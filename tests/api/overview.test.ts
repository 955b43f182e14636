import request from 'supertest';
import { describe, expect, it } from 'vitest';
import type { NodeState } from '../../shared/enums';
import { buildUser, signIn, truncateAll, useApi } from '../helpers/api';
import { buildNeighbourhood, buildNode, buildSite } from '../helpers/factories';

const NO_NODES: Record<NodeState, number> = { online: 0, degraded: 0, offline: 0, maintenance: 0, unknown: 0, stranded: 0 };

describe('overview API', () => {
  const ctx = useApi();

  /** Two neighbourhoods: A with two sites (one hosted) and three nodes, B with one site and one node. */
  async function twoNeighbourhoods() {
    await truncateAll(ctx.sequelize); // the counts below are of everything in the database
    const operatorA = await buildUser({ role: 'operator' });
    const host = await buildUser({ role: 'host' });
    const hoodA = await buildNeighbourhood({ operators: [operatorA] });
    const hoodB = await buildNeighbourhood();
    const hosted = await buildSite({ neighbourhoodId: hoodA.id, hostUserId: host.id });
    const plain = await buildSite({ neighbourhoodId: hoodA.id });
    const setState = async (node: Awaited<ReturnType<typeof buildNode>>, state: NodeState) => node.update({ state });
    await setState(await buildNode({ siteId: hosted.id }), 'online');
    await setState(await buildNode({ siteId: plain.id }), 'offline');
    await setState(await buildNode({ siteId: plain.id }), 'offline');
    const drifting = await setState(await buildNode({ neighbourhoodId: hoodB.id, name: 'ridge-b' }), 'degraded');
    await drifting.update({ drift: [{ field: 'channel', expected: 36, reported: 40 }] });
    return { operatorA, host, drifting };
  }

  it('answers a signed-out caller with 401', async () => {
    const res = await request(ctx.app).get('/api/v1/overview');
    expect(res.status).toBe(401);
    expect(res.body).toEqual({ error: { code: 'not_signed_in', message: 'Sign in to continue.' } });
  });

  it('counts everything by state for an admin', async () => {
    const { drifting } = await twoNeighbourhoods();
    const res = await (await signIn(ctx, await buildUser({ role: 'admin' }))).get('/api/v1/overview');
    expect(res.status).toBe(200);
    expect(res.body).toEqual({
      data: {
        countsByState: { ...NO_NODES, online: 1, offline: 2, degraded: 1 },
        nodeCount: 4,
        siteCount: 3,
        neighbourhoodCount: 2,
        openOutages: [],
        driftNodes: [{ id: drifting.id, name: 'ridge-b', drift: [{ field: 'channel', expected: 36, reported: 40 }] }],
      },
    });
  });

  it('counts only an operator’s neighbourhoods, and lists no drift from elsewhere', async () => {
    const { operatorA } = await twoNeighbourhoods();
    const res = await (await signIn(ctx, operatorA)).get('/api/v1/overview');
    expect(res.body.data).toEqual({
      countsByState: { ...NO_NODES, online: 1, offline: 2 },
      nodeCount: 3,
      siteCount: 2,
      neighbourhoodCount: 1,
      openOutages: [],
      driftNodes: [],
    });
  });

  it('counts only what a host hosts', async () => {
    const { host } = await twoNeighbourhoods();
    const res = await (await signIn(ctx, host)).get('/api/v1/overview');
    expect(res.body.data).toEqual({ countsByState: { ...NO_NODES, online: 1 }, nodeCount: 1, siteCount: 1, neighbourhoodCount: 1, openOutages: [], driftNodes: [] });
  });

  it('shows all zeros to a host who hosts nothing, and ignores stray query parameters', async () => {
    await twoNeighbourhoods();
    const res = await (await signIn(ctx, await buildUser({ role: 'host' }))).get('/api/v1/overview?neighbourhoodId=1');
    expect(res.status).toBe(200);
    expect(res.body.data).toEqual({ countsByState: NO_NODES, nodeCount: 0, siteCount: 0, neighbourhoodCount: 0, openOutages: [], driftNodes: [] });
  });
});
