describe('outbox, inbox and preference routes', () => {
  const ctx = useApi({ now: clock.now });

  it('GET /outbox: 401 signed out, 403 for operators and hosts, 400 for a bad filter, 200 with the list envelope for admins', async () => {
    expect((await request(ctx.app).get('/api/v1/outbox')).status).toBe(401);
    const op = await signIn(ctx, await buildUser({ role: 'operator' }));
    const host = await signIn(ctx, await buildUser({ role: 'host' }));
    const forbidden = await call(op, 'get', '/api/v1/outbox');
    expect(forbidden.status).toBe(403);
    expect(forbidden.body.error.message).toContain('Only admins see the outbox');
    expect((await call(host, 'get', '/api/v1/outbox')).status).toBe(403);
    const admin = await signIn(ctx, await buildUser({ role: 'admin' }));
    const bad = await call(admin, 'get', '/api/v1/outbox?status=lost');
    expect(bad.status).toBe(400);
    expect(bad.body.error.details[0]).toEqual({ path: 'status', message: 'status must be one of pending, sent, failed' });
    expect((await call(admin, 'get', '/api/v1/outbox?kind=fax')).status).toBe(400);
    expect((await call(admin, 'get', '/api/v1/outbox?sort=textBody')).status).toBe(400);
    const ok = await call(admin, 'get', '/api/v1/outbox?pageSize=5');
    expect(ok.status).toBe(200);
    expect(ok.body.pagination).toMatchObject({ page: 1, pageSize: 5 });
    expect(Array.isArray(ok.body.data)).toBe(true);
  });

  it('POST /outbox/:id/retry: 401, 403, 400 for a bad id, 404 for a missing one', async () => {
    expect((await request(ctx.app).post('/api/v1/outbox/1/retry')).status).toBe(401);
    const op = await signIn(ctx, await buildUser({ role: 'operator' }));
    expect((await call(op, 'post', '/api/v1/outbox/1/retry')).status).toBe(403);
    const admin = await signIn(ctx, await buildUser({ role: 'admin' }));
    expect((await call(admin, 'post', '/api/v1/outbox/abc/retry')).status).toBe(400);
    const missing = await call(admin, 'post', '/api/v1/outbox/999999/retry');
    expect(missing.status).toBe(404);
    expect(missing.body.error.message).toBe('Outbox message 999999 was not found.');
  });

  it('GET /mail-inbox: admins only, and only outside production', async () => {
    expect((await request(ctx.app).get('/api/v1/mail-inbox')).status).toBe(401);
    expect((await call(await signIn(ctx, await buildUser({ role: 'operator' })), 'get', '/api/v1/mail-inbox')).status).toBe(403);
    const admin = await signIn(ctx, await buildUser({ role: 'admin' }));
    const saved = { env: ctx.config.env, url: ctx.config.maildevWebUrl };
    try {
      ctx.config.maildevWebUrl = 'http://127.0.0.1:1080';
      expect((await call(admin, 'get', '/api/v1/mail-inbox')).body).toEqual({ data: { url: 'http://127.0.0.1:1080' } });
      ctx.config.env = 'production';
      expect((await call(admin, 'get', '/api/v1/mail-inbox')).status).toBe(404);
    } finally {
      ctx.config.env = saved.env;
      ctx.config.maildevWebUrl = saved.url;
    }
  });

  it('GET/PATCH /me/preferences: 401 signed out, 400 with the field, 200 saves one’s own', async () => {
    expect((await request(ctx.app).get('/api/v1/me/preferences')).status).toBe(401);
    expect((await request(ctx.app).patch('/api/v1/me/preferences').send({ operatorMode: 'off' })).status).toBe(401);
    const agent = await signIn(ctx, await buildUser({ role: 'operator' }));
    const initial = await call(agent, 'get', '/api/v1/me/preferences');
    expect(initial.body.data).toMatchObject({
      operatorMode: 'immediate',
      hostMail: true,
      quietStart: null,
      applies: { operator: true, host: false, admin: false },
    });
    const cases: [object, string, string][] = [
      [{ operatorMode: 'sometimes' }, 'operatorMode', 'operatorMode must be immediate, hourly or off'],
      [{ quietStart: '22:00' }, 'quietEnd', 'quietEnd quiet hours need both a start and an end (or both cleared)'],
      [{ quietStart: '25:00', quietEnd: '07:00' }, 'quietStart', 'quietStart must be a time like 22:00 (24-hour clock)'],
      [{ hostMail: 'yes' }, 'hostMail', 'hostMail must be true or false'],
    ];
    for (const [body, path, message] of cases) {
      const res = await call(agent, 'patch', '/api/v1/me/preferences', body);
      expect(res.status).toBe(400);
      expect(res.body.error.details[0]).toEqual({ path, message });
    }
    expect((await call(agent, 'patch', '/api/v1/me/preferences', { role: 'admin' })).status).toBe(400);
    const saved = await call(agent, 'patch', '/api/v1/me/preferences', { operatorMode: 'hourly', quietStart: '22:00', quietEnd: '07:00' });
    expect(saved.status).toBe(200);
    expect(saved.body.data).toMatchObject({ operatorMode: 'hourly', quietStart: '22:00', quietEnd: '07:00' });
    expect((await call(agent, 'get', '/api/v1/me/preferences')).body.data.operatorMode).toBe('hourly');
  });
});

[WORK TO COMPLETE] Everything from the line with "expect(saved.status).toBe(200);" to the last line of the data is what to return, word for word; leave out the rest.

[YOUR RESPONSE]
    expect(saved.status).toBe(200);
    expect(saved.body.data).toMatchObject({ operatorMode: 'hourly', quietStart: '22:00', quietEnd: '07:00' });
    expect((await call(agent, 'get', '/api/v1/me/preferences')).body.data.operatorMode).toBe('hourly');
  });
});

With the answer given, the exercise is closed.